Extracted records
*** Block opens ***
"""A works of its own for each test."""

from __future__ import annotations

from pathlib import Path

import pytest
from desk_bench import Bench
from starlette.testclient import TestClient


@pytest.fixture
def bench(tmp_path: Path) -> Bench:
    return Bench(tmp_path / "works")


@pytest.fixture(scope="module")
def bench_once(tmp_path_factory: pytest.TempPathFactory) -> tuple[Bench, TestClient]:
    """One works and one caller for many requests that write nothing."""
    made = Bench(tmp_path_factory.mktemp("once") / "works")
    made.issue()
    return made, made.client()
*** Block closes ***
◆ WORK INSTRUCTION
Once you have read the entries, reproduce each one exactly.

◆ RESPONSE
"""A works of its own for each test."""

from __future__ import annotations

from pathlib import Path

import pytest
from desk_bench import Bench
from starlette.testclient import TestClient


@pytest.fixture
def bench(tmp_path: Path) -> Bench:
    return Bench(tmp_path / "works")


@pytest.fixture(scope="module")
def bench_once(tmp_path_factory: pytest.TempPathFactory) -> tuple[Bench, TestClient]:
    """One works and one caller for many requests that write nothing."""
    made = Bench(tmp_path_factory.mktemp("once") / "works")
    made.issue()
    return made, made.client()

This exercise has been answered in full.